[INPUT FOR THIS TASK]
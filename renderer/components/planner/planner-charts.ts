/**
 * Chart.js configurations of the Planner view: each set's droop line now and as proposed, the
 * bus across the load range against the band, and a histogram of one tolerance figure. Pure.
 */
import type { ChartConfiguration, ChartDataset } from 'chart.js';
import type { Band, Distribution, PlanCheck, Plant, PlanResult } from '../../../shared-types';
import type { XY } from '../charts/droop-lines';
import { hLine } from '../charts/annotations';
import { seriesStyle, withAlpha } from '../charts/series-style';
import type { ChartTheme } from '../charts/theme';
import { bottomLegend, linearAxis, STILL_CHART } from '../charts/chart-frame';
import { formatNumber } from '../../../shared-types';

/** Droop lines of the online sets, now (thin, faded) and proposed (heavy): the plan's characteristics of each set. */
export function droopLinesChart(kind: 'speed' | 'reactive', now: Plant, plan: PlanResult, theme: ChartTheme): ChartConfiguration<'scatter', XY[]> {
  const datasets: ChartDataset<'scatter', XY[]>[] = [];
  now.sets.forEach((s, i) => {
    if (!s.online) return;
    const st = seriesStyle(i, theme);
    for (const [lines, when] of [
      [plan.characteristics.current, 'now'],
      [plan.characteristics.proposal, 'proposed'],
    ] as const) {
      const set = lines[i];
      const c = set && (kind === 'speed' ? set.speed : set.voltage);
      if (!c || c.kind !== 'segment') continue;
      datasets.push({
        label: `${s.id} ${when}`,
        data: c.points,
        showLine: true,
        borderColor: when === 'now' ? withAlpha(st.color, 0.45) : st.color,
        backgroundColor: st.color,
        borderDash: when === 'now' ? [3, 3] : st.dash,
        borderWidth: when === 'now' ? 1.2 : 2.5,
        pointRadius: 0,
        pointStyle: st.pointStyle,
      });
    }
  });
  const x = kind === 'speed' ? 'output, kW' : 'reactive output, kVAR';
  const y = kind === 'speed' ? 'frequency, Hz' : 'terminal voltage, V';
  return {
    type: 'scatter',
    data: { datasets },
    options: {
      ...STILL_CHART,
      scales: { x: linearAxis(theme, x), y: linearAxis(theme, y) },
      plugins: { legend: bottomLegend(theme) },
    },
  };
}

/** The bus across the load range, now and proposed, with the band drawn as two lines. */
export function busAcrossChart(
  quantity: 'frequency' | 'voltage',
  now: PlanCheck,
  proposed: PlanCheck,
  band: Band,
  theme: ChartTheme,
): ChartConfiguration<'scatter', XY[]> {
  const pick = (c: PlanCheck): XY[] =>
    c.points.flatMap((p) => {
      const y = quantity === 'frequency' ? p.frequencyHz : p.voltageV;
      return y === null ? [] : [{ x: p.loadPct, y }];
    });
  const edge = (y: number, text: string) => hLine(y, theme.bad, text, theme, { position: 'end' });
  const unit = quantity === 'frequency' ? 'Hz' : 'V';
  return {
    type: 'scatter',
    data: {
      datasets: [
        {
          label: 'now',
          data: pick(now),
          showLine: true,
          borderColor: theme.muted,
          backgroundColor: theme.muted,
          borderDash: [3, 3],
          borderWidth: 1.5,
          pointStyle: 'rect',
          pointRadius: 4,
        },
        {
          label: 'proposed',
          data: pick(proposed),
          showLine: true,
          borderColor: theme.accent,
          backgroundColor: theme.accent,
          borderWidth: 2.5,
          pointStyle: 'circle',
          pointRadius: 4,
        },
      ],
    },
    options: {
      ...STILL_CHART,
      scales: { x: linearAxis(theme, 'load, % of online rated kW'), y: linearAxis(theme, `bus ${quantity}, ${unit}`) },
      plugins: {
        legend: bottomLegend(theme),
        annotation: {
          annotations: {
            lo: edge(band.min, `band min ${formatNumber(band.min, quantity === 'frequency' ? 2 : 1)} ${unit}`),
            hi: edge(band.max, `band max ${formatNumber(band.max, quantity === 'frequency' ? 2 : 1)} ${unit}`),
          },
        },
      },
    },
  };
}

/** A histogram of one tolerance figure, with its 5th and 95th percentiles marked. */
export function histogramChart(d: Distribution, title: string, digits: number, theme: ChartTheme): ChartConfiguration<'bar', number[], string> {
  const labels = d.counts.map((_, k) => formatNumber((d.edges[k]! + d.edges[k + 1]!) / 2, digits));
  return {
    type: 'bar',
    data: {
      labels,
      datasets: [{ label: 'samples', data: d.counts, backgroundColor: withAlpha(theme.accent, 0.7), borderColor: theme.accent, borderWidth: 1 }],
    },
    options: {
      ...STILL_CHART,
      scales: {
        x: { title: { display: true, text: title, color: theme.fg }, ticks: { color: theme.muted, maxRotation: 0, autoSkip: true }, grid: { display: false } },
        y: { title: { display: true, text: 'samples', color: theme.fg }, ticks: { color: theme.muted }, grid: { color: theme.grid } },
      },
      plugins: { legend: { display: false } },
    },
  };
}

[TASK PROMPT]
Go over the listing above and return each line with "borderWidth".

[REPLY]
        borderWidth: when === 'now' ? 1.2 : 2.5,
          borderWidth: 1.5,
          borderWidth: 2.5,
      datasets: [{ label: 'samples', data: d.counts, backgroundColor: withAlpha(theme.accent, 0.7), borderColor: theme.accent, borderWidth: 1 }],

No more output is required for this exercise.